class _NgramScorer:
    """Probabilities and exact top-k for Kneser-Ney (order 2, 3) and Jelinek-Mercer order 3.

    Every word's score has the interpolated shape

        P(w | u v) = α₃(u v w) + γ₃(u v) · [α₂(v w) + γ₂(v) · P₁(w)]

    (Kneser-Ney: α = max(a − D(a), 0)/total, γ = (D₁n₁ + D₂n₂ + D₃n₃)/total; JM: α = λ·c/total,
    γ = 1 − λ; an unseen context has α = 0, γ = 1). Ids rank by the floor P₁ (the file's
    unigram values, ties by key), so for a prefix range the exact top k lies among the k
    smallest ids of the range, the bigram successors of v in the range (the stored
    skyband when the segment is long) and every trigram successor of (u, v) in the range
    (docs/SEAMS.md). Each candidate is scored with the full formula, in the operation
    order of the oracles (``reference_kn.DictKneserNey.prob_key``), so results agree with
    them to the last bit.
    """

    def __init__(self, m: Model, a: dict[str, np.ndarray]) -> None:
        self.m = m
        self.kn = m.estimator == "kn"
        self.order = m.order
        unig = a["UNIG"].astype(np.int64)
        if self.kn:
            self.floor = unigram_floor(unig, m.discounts[0], m.total)
            self.d2, self.d3 = m.discounts[1], (m.discounts[2] if self.order == 3 else m.discounts[1])
            self._mv_hn13 = _native_view(a["HN13"])
        else:
            self.floor = unig / m.total
        if not bool(np.all((self.floor >= 0.0) & (self.floor <= 1.0 + 1e-9))):
            raise ModelFormatError(f"{m.path}: damaged model data: a unigram probability outside [0, 1]")
        self._floor_list: list[float] = self.floor.tolist()
        if self.order == 3:
            self._trow = _native_view(a["TROW"])
            self._tctu = _native_view(a["TCTU"])
            self._tcts = _native_view(a["TCTS"])
            self._tsuc_mv = _native_view(a["TSUC"])
            self._tval_mv = _native_view(a["TVAL"])
            self._ttot = _native_view(a["TTOT"])
            self._tsuc = a["TSUC"]
            self._tval = a["TVAL"]
            self._mv_tn13 = _native_view(a["TN13"]) if self.kn else None

    # -- per-context weights -------------------------------------------------------------

    def _gamma2(self, v: int, tot: int) -> float:
        h = self._mv_hn13
        d = self.d2
        return (d[0] * h[3 * v] + d[1] * h[3 * v + 1] + d[2] * h[3 * v + 2]) / tot  # type: ignore[no-any-return]

    def _gamma3(self, j: int, tot: int) -> float:
        h = self._mv_tn13
        assert h is not None
        d = self.d3
        return (d[0] * h[3 * j] + d[1] * h[3 * j + 1] + d[2] * h[3 * j + 2]) / tot  # type: ignore[no-any-return]

    def _context3(self, ctx: tuple[int, ...]) -> int:
        """Index of trigram context (u, v) in TCTU, or −1 (not stored, or a one-token context)."""
        if self.order != 3 or len(ctx) != 2:
            return -1
        u, v = ctx
        s, e = self._trow[v], self._trow[v + 1]
        i = bisect.bisect_left(self._tctu, u, s, e)
        return i if i < e and self._tctu[i] == u else -1

    def _damaged(self, what: str) -> ModelFormatError:
        return ModelFormatError(f"{self.m.path}: damaged model data: {what}")

    # -- one probability -------------------------------------------------------------------

    def prob(self, w: int, ctx: tuple[int, ...], lams: tuple[float, float]) -> float:
        m = self.m
        p = self._floor_list[w]
        v = ctx[-1]
        tot = m._hist(v)
        if tot > 0:
            c = m._pair_count(v, w)
            if c > tot:
                raise m._over(c, tot)
            if self.kn:
                p = max(c - _discount1(c, self.d2), 0.0) / tot + self._gamma2(v, tot) * p
            else:
                p = lams[0] * (c / tot) + (1.0 - lams[0]) * p
        j = self._context3(ctx)
        if j >= 0:
            tot3 = self._ttot[j]
            s, e = self._tcts[j], self._tcts[j + 1]
            pos = m._mv_apos[w]
            i = bisect.bisect_left(self._tsuc_mv, pos, s, e)
            c3 = self._tval_mv[i] if i < e and self._tsuc_mv[i] == pos else 0
            if c3 > tot3 or tot3 == 0:
                raise self._damaged(f"trigram value {c3} above its context total {tot3}")
            if self.kn:
                p = max(c3 - _discount1(c3, self.d3), 0.0) / tot3 + self._gamma3(j, tot3) * p
            else:
                p = lams[1] * (c3 / tot3) + (1.0 - lams[1]) * p
        if not 0.0 <= p <= 1.0 + 1e-9:
            raise self._damaged(f"a probability of {p!r}")
        return p  # type: ignore[no-any-return]

    # -- many probabilities ----------------------------------------------------------------

    def scores(self, ids: np.ndarray, ctx: tuple[int, ...], lams: tuple[float, float]) -> np.ndarray:
        """P(w | ctx) for every id in ``ids`` (same operations as :meth:`prob`)."""
        m = self.m
        p = self.floor[ids]
        pos = m._apos[ids].astype(np.int64)
        v = ctx[-1]
        tot = m._hist(v)
        if tot > 0:
            rs, re_ = m._mv_rows[v], m._mv_rows[v + 1]
            row = m._succ[rs:re_]
            at = np.searchsorted(row, pos.astype(row.dtype))  # same dtype: the row is not converted
            hit = at < len(row)
            hit[hit] = row[at[hit]] == pos[hit]
            c = np.zeros(len(ids), dtype=np.int64)
            if hit.any():
                c[hit] = m._counts(rs + at[hit])
                if int(c.max()) > tot:
                    raise m._over(int(c.max()), tot)
            if self.kn:
                p = np.maximum(c - _discount(c, self.d2), 0.0) / tot + self._gamma2(v, tot) * p
            else:
                p = lams[0] * (c / tot) + (1.0 - lams[0]) * p
        j = self._context3(ctx)
        if j >= 0:
            tot3 = self._ttot[j]
            s, e = self._tcts[j], self._tcts[j + 1]
            row = self._tsuc[s:e]
            at = np.searchsorted(row, pos.astype(row.dtype))
            hit = at < len(row)
            hit[hit] = row[at[hit]] == pos[hit]
            c = np.zeros(len(ids), dtype=np.int64)
            c[hit] = self._tval[s + at[hit]]
            if tot3 == 0 or (len(c) and int(c.max()) > tot3):
                raise self._damaged(f"a trigram value above its context total {tot3}")
            if self.kn:
                p = np.maximum(c - _discount(c, self.d3), 0.0) / tot3 + self._gamma3(j, tot3) * p
            else:
                p = lams[1] * (c / tot3) + (1.0 - lams[1]) * p
        if len(p) and not bool(np.all((p >= 0.0) & (p <= 1.0 + 1e-9))):
            raise self._damaged("a probability outside [0, 1]")
        return np.asarray(p, dtype=np.float64)

    def rank(self, ctx: tuple[int, ...], lo: int, hi: int, k: int, lams: tuple[float, float]) -> list[tuple[int, float]]:
        """Top-k (word id, probability) among alphabetical positions [lo, hi), ties by key."""
        m = self.m
        if not self.kn and (lams[0] == 1.0 or (self.order == 3 and lams[1] == 1.0)):
            # a zero floor: unseen words tie at 0 and rank by key, so score the whole range
            ids = m._alph[lo:hi].astype(np.int64)
        else:
            parts = [np.asarray(m._range_top_ids(lo, hi, k), dtype=np.int64)]
            v = ctx[-1]
            if m._hist(v) > 0:
                rs, re_ = m._mv_rows[v], m._mv_rows[v + 1]
                s = bisect.bisect_left(m._mv_succ, lo, rs, re_)
                e = bisect.bisect_left(m._mv_succ, hi, s, re_)
                if e > s:
                    band = m._segment_band(s, e, k) if e - s > m._sky_min and k <= m._sky_k else None
                    entries = np.asarray(band, dtype=np.int64) if band else np.arange(s, e)
                    parts.append(m._alph[m._succ[entries].astype(np.int64)].astype(np.int64))
            j = self._context3(ctx)
            if j >= 0:
                s3, e3 = self._tcts[j], self._tcts[j + 1]
                a3 = bisect.bisect_left(self._tsuc_mv, lo, s3, e3)
                b3 = bisect.bisect_left(self._tsuc_mv, hi, a3, e3)
                if b3 > a3:
                    parts.append(m._alph[self._tsuc[a3:b3].astype(np.int64)].astype(np.int64))
            seen = np.zeros(m.n_words + 3, dtype=bool)  # a set over the id space: sorted, no hashing
            for part in parts:
                seen[part] = True
            ids = np.flatnonzero(seen[: m.n_words])
        ids = ids[ids < m.n_words]
        if len(ids) == 0:
            return []
        score = self.scores(ids, ctx, lams)
        return Model._select(ids, m._apos[ids].astype(np.int64), score, k)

┄┄┄┄┄┄

What to produce -
In the listing above, find the line containing "(docs/SEAMS.md). Each candidate" and the line containing "self.kn else None", then quote both, plus every line between them, exactly as written.

Result of this exercise -
    (docs/SEAMS.md). Each candidate is scored with the full formula, in the operation
    order of the oracles (``reference_kn.DictKneserNey.prob_key``), so results agree with
    them to the last bit.
    """

    def __init__(self, m: Model, a: dict[str, np.ndarray]) -> None:
        self.m = m
        self.kn = m.estimator == "kn"
        self.order = m.order
        unig = a["UNIG"].astype(np.int64)
        if self.kn:
            self.floor = unigram_floor(unig, m.discounts[0], m.total)
            self.d2, self.d3 = m.discounts[1], (m.discounts[2] if self.order == 3 else m.discounts[1])
            self._mv_hn13 = _native_view(a["HN13"])
        else:
            self.floor = unig / m.total
        if not bool(np.all((self.floor >= 0.0) & (self.floor <= 1.0 + 1e-9))):
            raise ModelFormatError(f"{m.path}: damaged model data: a unigram probability outside [0, 1]")
        self._floor_list: list[float] = self.floor.tolist()
        if self.order == 3:
            self._trow = _native_view(a["TROW"])
            self._tctu = _native_view(a["TCTU"])
            self._tcts = _native_view(a["TCTS"])
            self._tsuc_mv = _native_view(a["TSUC"])
            self._tval_mv = _native_view(a["TVAL"])
            self._ttot = _native_view(a["TTOT"])
            self._tsuc = a["TSUC"]
            self._tval = a["TVAL"]
            self._mv_tn13 = _native_view(a["TN13"]) if self.kn else None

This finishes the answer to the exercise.